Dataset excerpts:
——————

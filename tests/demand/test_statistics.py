"""Figures that describe a record."""

import datetime as dt

import numpy as np
import pytest

from evenfire.demand.series import DemandRecord
from evenfire.demand.statistics import demand_statistics, load_duration_curve
from evenfire.errors import RecordError


def record(flow):
    """A one-minute record."""
    return DemandRecord(
        start=dt.datetime(2026, 2, 2), step_s=60.0, flow_kg_s=np.array(flow, dtype=float), source="test"
    )


def test_statistics_of_a_small_record():
    """Numbers added up by hand."""
    found = demand_statistics(record([1.0, 4.0, 2.0, 1.0]))
    assert (found.steam_kg, found.mean_kg_s, found.lowest_kg_s, found.peak_kg_s) == (480.0, 2.0, 1.0, 4.0)
    assert (found.load_factor, found.steepest_rise_kg_s2) == (0.5, 0.05)


def test_thinned_curve_lies_on_the_true_one():
    """Every point of the thinned curve is a value of the record at its true rank, ends included."""
    flow = np.random.default_rng(0).random(5000)
    curve = load_duration_curve(record(flow), 200)
    ranks = np.round(curve.share * 4999).astype(int)
    np.testing.assert_array_equal(curve.flow_kg_s, np.sort(flow)[::-1][ranks])
    assert (curve.flow_kg_s[0], curve.flow_kg_s[-1]) == (flow.max(), flow.min())
    assert curve.share.size <= 200


def test_curve_needs_two_points():
    """One point is no curve."""
    with pytest.raises(RecordError, match="at least 2"):
        load_duration_curve(record([1.0, 2.0]), 1)
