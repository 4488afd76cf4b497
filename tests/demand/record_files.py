"""Record files for the tests of the importer, and what to expect of them."""

import numpy as np
import pandas as pd
import pytest

from evenfire.demand.read import demand_record
from evenfire.demand.record_format import RecordFormat
from evenfire.errors import RecordError

RNG = np.random.default_rng(7)
FLOW_KG_H = np.round(200.0 + 5000.0 * RNG.random(16 * 96) ** 4, 1)
"""Sixteen days of quarter hours, so that a day above 12 proves the date order."""
TIMES = pd.date_range("2026-02-02", periods=FLOW_KG_H.size, freq="15min")


def form(**changes):
    """A format that states the least."""
    stated = {
        "time_column": "time",
        "flow_column": "steam",
        "flow_unit": "kg/h",
        "gaps": "refuse",
        "largest_gap_s": 3600.0,
    }
    return RecordFormat(**(stated | changes))


def write(path, columns, delimiter=",", encoding="utf-8", end="\n"):
    """Write columns of text, name to cells, and return the path."""
    rows = [delimiter.join(columns), *(delimiter.join(row) for row in zip(*columns.values(), strict=True))]
    path.write_bytes((end.join(rows) + end).encode(encoding))
    return path


def cells(flow=FLOW_KG_H, times=TIMES, written="%Y-%m-%dT%H:%M", decimal="."):
    """Time and flow columns as text."""
    return {
        "time": list(times.strftime(written)),
        "steam": [f"{value:.1f}".replace(".", decimal) for value in flow],
    }


def assert_reads(path, flow_kg_h=FLOW_KG_H, start=TIMES[0], **changes):
    """The file gives the flow; returns the record."""
    record = demand_record(path, form(**changes))
    np.testing.assert_allclose(record.flow_kg_s * 3600.0, flow_kg_h, rtol=1e-9, atol=1e-9)
    assert record.start == start
    return record


def refusal(path, **changes):
    """The problems of a refused file, as one text."""
    with pytest.raises(RecordError) as refused:
        demand_record(path, form(**changes))
    return str(refused.value)


def codes(record):
    """Codes of the notices of a record, the one on its length left out."""
    return [notice.code for notice in record.notices if notice.code != "R190"]
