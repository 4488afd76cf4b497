"""Demand from equipment: steam balance, start rules, queues, calendar, sampled weeks."""

import datetime as dt
import math

import numpy as np
import pytest

from evenfire.demand.batch_sample import (
    quantile_week,
    record_with_schedule,
    sampled_weeks,
    schedule_record,
    week_statistics,
)
from evenfire.demand.batch_schedule import (
    Batch,
    BatchSchedule,
    Phase,
    Resource,
    Shift,
    check_schedule,
    heating_phase,
    heating_steam_kg,
)
from evenfire.demand.series import DemandRecord
from evenfire.demand.storage_need import storage_need_kg
from evenfire.errors import OutOfRangeError, RecordError

MONDAY = dt.date(2026, 2, 2)
EARLY = Shift(name="early", weekdays=(0, 1, 2, 3, 4), start_s=6 * 3600.0, duration_s=8 * 3600.0)
HEAT = Phase(name="heat up", duration_s=600.0, flow_kg_s=0.8)
HOLD = Phase(name="hold", duration_s=2400.0, flow_kg_s=0.1)
STEAM_KG = 600.0 * 0.8 + 2400.0 * 0.1


def batch(**changes):
    """A batch with two fixed starts in the early shift."""
    stated = {"name": "cook", "phases": (HEAT, HOLD), "shifts": ("early",), "starts_s": (0.0, 3600.0)}
    return Batch(**(stated | changes))


def schedule(*batches, **changes):
    """A schedule with the early shift."""
    stated = {"name": "kitchen", "shifts": (EARLY,), "batches": batches or (batch(),)}
    return BatchSchedule(**(stated | changes))


def random_batch(count=6, **changes):
    """Batches at random times of the first six hours."""
    return batch(starts_s=(), batches_per_shift=count, window_s=(0.0, 6 * 3600.0), **changes)


def test_fixed_starts_give_the_flow_that_one_would_draw_by_hand():
    """Heat up from 06:00, hold, and again from 07:00."""
    record = schedule_record(schedule(base_kg_s=0.05), MONDAY, 1, 600.0, 1)
    by_hand = np.full(144, 0.05)
    for start in (36, 42):
        by_hand[start] += 0.8
        by_hand[start + 1 : start + 5] += 0.1
    np.testing.assert_allclose(record.flow_kg_s, by_hand, atol=1e-12)


def test_steam_is_conserved_whatever_the_step():
    """Starts between the steps are averaged, not rounded: a week holds all its batches."""
    for step_s in (60.0, 900.0, 3600.0):
        record = schedule_record(schedule(random_batch()), MONDAY, 7, step_s, 3)
        assert record.flow_kg_s.sum() * step_s == pytest.approx(5 * 6 * STEAM_KG, rel=1e-9)


def test_same_seed_same_record_and_other_seed_another():
    """Seeded."""
    one = schedule_record(schedule(random_batch()), MONDAY, 7, 300.0, 3).flow_kg_s
    again = schedule_record(schedule(random_batch()), MONDAY, 7, 300.0, 3).flow_kg_s
    other = schedule_record(schedule(random_batch()), MONDAY, 7, 300.0, 4).flow_kg_s
    np.testing.assert_array_equal(one, again)
    assert not np.array_equal(one, other)


def test_a_day_does_not_depend_on_how_many_are_asked_for():
    """The first week of two is the week drawn alone."""
    plan = schedule(random_batch())
    week = schedule_record(plan, MONDAY, 7, 300.0, 3).flow_kg_s
    two = schedule_record(plan, MONDAY, 14, 300.0, 3).flow_kg_s
    np.testing.assert_allclose(two[: week.size], week, atol=1e-9)


def test_queue_runs_one_batch_after_the_other():
    """Three batches ready at once on one vessel: heat-ups every 50 + 10 minutes, never two together."""
    waiting = batch(
        starts_s=(), batches_per_shift=3, window_s=(0.0, 0.0), resource="vessel", turnaround_s=600.0
    )
    plan = schedule(waiting, resources=(Resource(name="vessel", units=1),))
    flow = schedule_record(plan, MONDAY, 1, 600.0, 1).flow_kg_s
    assert np.flatnonzero(flow > 0.5).tolist() == [36, 42, 48]


def test_units_limit_what_runs_together():
    """Six batches at once on two vessels never take more steam than two."""
    waiting = batch(starts_s=(), batches_per_shift=6, window_s=(0.0, 0.0), resource="vessel")
    for units in (1, 2, 3):
        plan = schedule(waiting, resources=(Resource(name="vessel", units=units),))
        assert schedule_record(plan, MONDAY, 1, 600.0, 1).flow_kg_s.max() == pytest.approx(0.8 * units)


def test_resource_shared_for_the_first_phase_alone():
    """A loading crane held for the heat-up separates heat-ups but lets holds overlap."""
    waiting = batch(starts_s=(), batches_per_shift=4, window_s=(0.0, 0.0), resource="crane", held_phases=1)
    plan = schedule(waiting, resources=(Resource(name="crane", units=1),))
    flow = schedule_record(plan, MONDAY, 1, 600.0, 1).flow_kg_s
    np.testing.assert_allclose(flow[36:40], [0.8, 0.9, 1.0, 1.1], atol=1e-9)


def test_batches_that_do_not_fit_are_counted_not_made():
    """Eight hours hold ten batches of 50 minutes on one vessel."""
    waiting = batch(starts_s=(), batches_per_shift=12, window_s=(0.0, 0.0), resource="vessel")
    plan = schedule(waiting, resources=(Resource(name="vessel", units=1),))
    record = schedule_record(plan, MONDAY, 1, 600.0, 1)
    assert record.flow_kg_s.sum() * 600.0 == pytest.approx(10 * STEAM_KG)
    assert "2 batches did not fit" in record.notices[0].text


def test_night_shift_reaches_into_the_next_day_and_from_the_day_before():
    """The first morning holds the shift that began on Sunday."""
    days = tuple(range(7))
    night = Shift(name="night", weekdays=days, start_s=79_200.0, duration_s=28_800.0, flow_kg_s=0.5)
    plan = BatchSchedule(name="night", shifts=(night,), batches=())
    flow = schedule_record(plan, MONDAY, 1, 3600.0, 1).flow_kg_s
    np.testing.assert_allclose(flow, [0.5] * 6 + [0.0] * 16 + [0.5] * 2)


def test_closed_dates_are_closed():
    """A holiday on Tuesday has no batch."""
    plan = schedule(closed_dates=(dt.date(2026, 2, 3),))
    daily = schedule_record(plan, MONDAY, 7, 3600.0, 1).flow_kg_s.reshape(7, 24).sum(axis=1)
    assert (daily > 0.0).tolist() == [True, False, True, True, True, False, False]


def test_durations_vary_within_their_spread():
    """Steam of single batches stays within a spread of 20 % and is not constant."""
    heat = Phase(name="heat up", duration_s=600.0, flow_kg_s=0.8, duration_spread=0.2)
    plan = schedule(batch(phases=(heat,), starts_s=(0.0,)))
    record = schedule_record(plan, MONDAY, 70, 86_400.0, 1)
    steam = record.flow_kg_s[record.flow_kg_s > 0.0] * 86_400.0 / (600.0 * 0.8)
    assert steam.min() >= 0.8
    assert steam.max() <= 1.2
    assert np.ptp(steam) > 0.3


def test_new_equipment_stands_on_top_of_a_measured_record():
    """The record's own steam stays and that of the schedule is added from the right hour."""
    measured = DemandRecord(
        start=dt.datetime(2026, 2, 2, 5, 30), step_s=1800.0, flow_kg_s=np.full(60, 1.0), source="steam.csv"
    )
    both = record_with_schedule(measured, schedule(), 1)
    np.testing.assert_allclose(both.flow_kg_s[:6] - 1.0, [0.0, 1 / 3, 2 / 30, 1 / 3, 2 / 30, 0.0], atol=1e-9)
    assert both.source == "steam.csv with batch schedule 'kitchen'"
    assert [notice.code for notice in both.notices] == ["R151"]


def test_chance_of_coinciding_is_that_of_two_random_points():
    """Two heat-ups of 600 s in a window of 6000 s coincide with the chance 1 - (1 - 600/6000)^2.

    A step of 60 s shows them together from an overlap of up to 60 s on; four standard errors are added.
    """
    heat = (Phase(name="heat up", duration_s=600.0, flow_kg_s=1.0),)
    pair = batch(phases=heat, starts_s=(), batches_per_shift=2, window_s=(0.0, 6000.0))
    weeks = 800
    sample = sampled_weeks(schedule(pair), MONDAY, weeks, 60.0, 5)
    days = sample.flow_kg_s.reshape(weeks * 7, -1)[np.arange(weeks * 7) % 7 < 5]
    together = float((days.max(axis=1) > 1.0 + 1e-9).mean())
    least, most = (1.0 - (1.0 - overlap / 6000.0) ** 2 for overlap in (540.0, 600.0))
    noise = 4.0 * math.sqrt(most / len(days))
    assert least - noise <= together <= most + noise


def test_quantile_week_needs_more_storage_than_its_share_of_weeks():
    """Of 40 weeks, 38 need no more than the P95 week; statistics and week agree."""
    sample = sampled_weeks(schedule(random_batch(10)), MONDAY, 40, 300.0, 5)
    week = quantile_week(sample, 0.9, 0.95)
    needs = [storage_need_kg(flow * 3600.0, 300.0, 3240.0) for flow in sample.flow_kg_s]
    need = storage_need_kg(week.flow_kg_s * 3600.0, 300.0, 3240.0)
    assert sum(other <= need + 1e-9 for other in needs) == 38
    found = week_statistics(sample, 0.9)
    assert found.storage_kg[1] == pytest.approx(need)
    assert found.storage_kg == tuple(sorted(found.storage_kg))
    assert week.days == 7.0


def test_batch_heat_follows_from_mass_and_temperature_rise():
    """1000 kg of water by 50 K with 2000 kJ/kg: 1000 x 4.18 x 50 / 2000 = 104.5 kg; a tenth lost, 116.1."""
    assert heating_steam_kg(1000.0, 4180.0, 50.0, 2.0e6, 0.0) == pytest.approx(104.5, abs=0.05)
    assert heating_steam_kg(1000.0, 4180.0, 50.0, 2.0e6, 0.1) == pytest.approx(116.1, abs=0.05)
    assert heating_phase("heat up", 600.0, 104.5).flow_kg_s * 600.0 == pytest.approx(104.5)
    with pytest.raises(OutOfRangeError, match=r"latent heat: found 2000 J/kg.*\n.*share of heat lost"):
        heating_steam_kg(1000.0, 4180.0, 50.0, 2000.0, 1.0)
    with pytest.raises(RecordError, match="must be positive"):
        heating_phase("heat up", 0.0, 1.0)


def test_all_problems_of_a_schedule_come_at_once():
    """Unknown names, starts beyond the shift, missing rules and negative numbers."""
    wrong = batch(
        phases=(Phase(name="heat", duration_s=0.0, flow_kg_s=-1.0, duration_spread=1.0),),
        shifts=("early", "late"),
        starts_s=(9 * 3600.0,),
        resource="crane",
    )
    bad_shift = Shift(name="bad", weekdays=(7,), start_s=-1.0, duration_s=0.0, flow_kg_s=-1.0)
    plan = BatchSchedule(
        name="wrong",
        shifts=(EARLY, bad_shift),
        batches=(wrong, batch(starts_s=())),
        resources=(Resource(name="vessel", units=0),),
        base_kg_s=-1.0,
    )
    with pytest.raises(RecordError, match="R150") as refused:
        check_schedule(plan)
    text = "\n".join(str(problem) for problem in refused.value.problems)
    for part in (
        "base flow: found -1",
        "batch 'cook': stands there twice",
        "no shift 'late'",
        "within the 28800 s",
        "no resource 'crane'",
        "phase 'heat': found 0 s",
        "a spread of 1",
        "0 fixed starts and 0 random",
        "weekdays (7,)",
        "needs at least one",
    ):
        assert part in text


@pytest.mark.parametrize(
    ("wrong", "text"),
    [
        (lambda: schedule_record(schedule(), MONDAY, 0, 60.0, 1), "0 days in steps of 60 s"),
        (lambda: schedule_record(schedule(), MONDAY, 1, 7.0, 1), "in steps of 7 s"),
        (lambda: sampled_weeks(schedule(), dt.date(2026, 2, 3), 1, 60.0, 1), "must be a Monday"),
        (lambda: quantile_week(sampled_weeks(schedule(), MONDAY, 1, 60.0, 1), 1.0, 0.0), "quantile 0"),
    ],
)
def test_requests_that_cannot_be_met_are_refused(wrong, text):
    """Days, steps, first day and quantile."""
    with pytest.raises(RecordError, match=text):
        wrong()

——————

Pick out all lines from the data above in which the word "found" appears.

    found = demand_statistics(record([1.0, 4.0, 2.0, 1.0]))
    assert (found.steam_kg, found.mean_kg_s, found.lowest_kg_s, found.peak_kg_s) == (480.0, 2.0, 1.0, 4.0)
    assert (found.load_factor, found.steepest_rise_kg_s2) == (0.5, 0.05)
    found = week_statistics(sample, 0.9)
    assert found.storage_kg[1] == pytest.approx(need)
    assert found.storage_kg == tuple(sorted(found.storage_kg))
    with pytest.raises(OutOfRangeError, match=r"latent heat: found 2000 J/kg.*\n.*share of heat lost"):
        "base flow: found -1",
        "phase 'heat': found 0 s",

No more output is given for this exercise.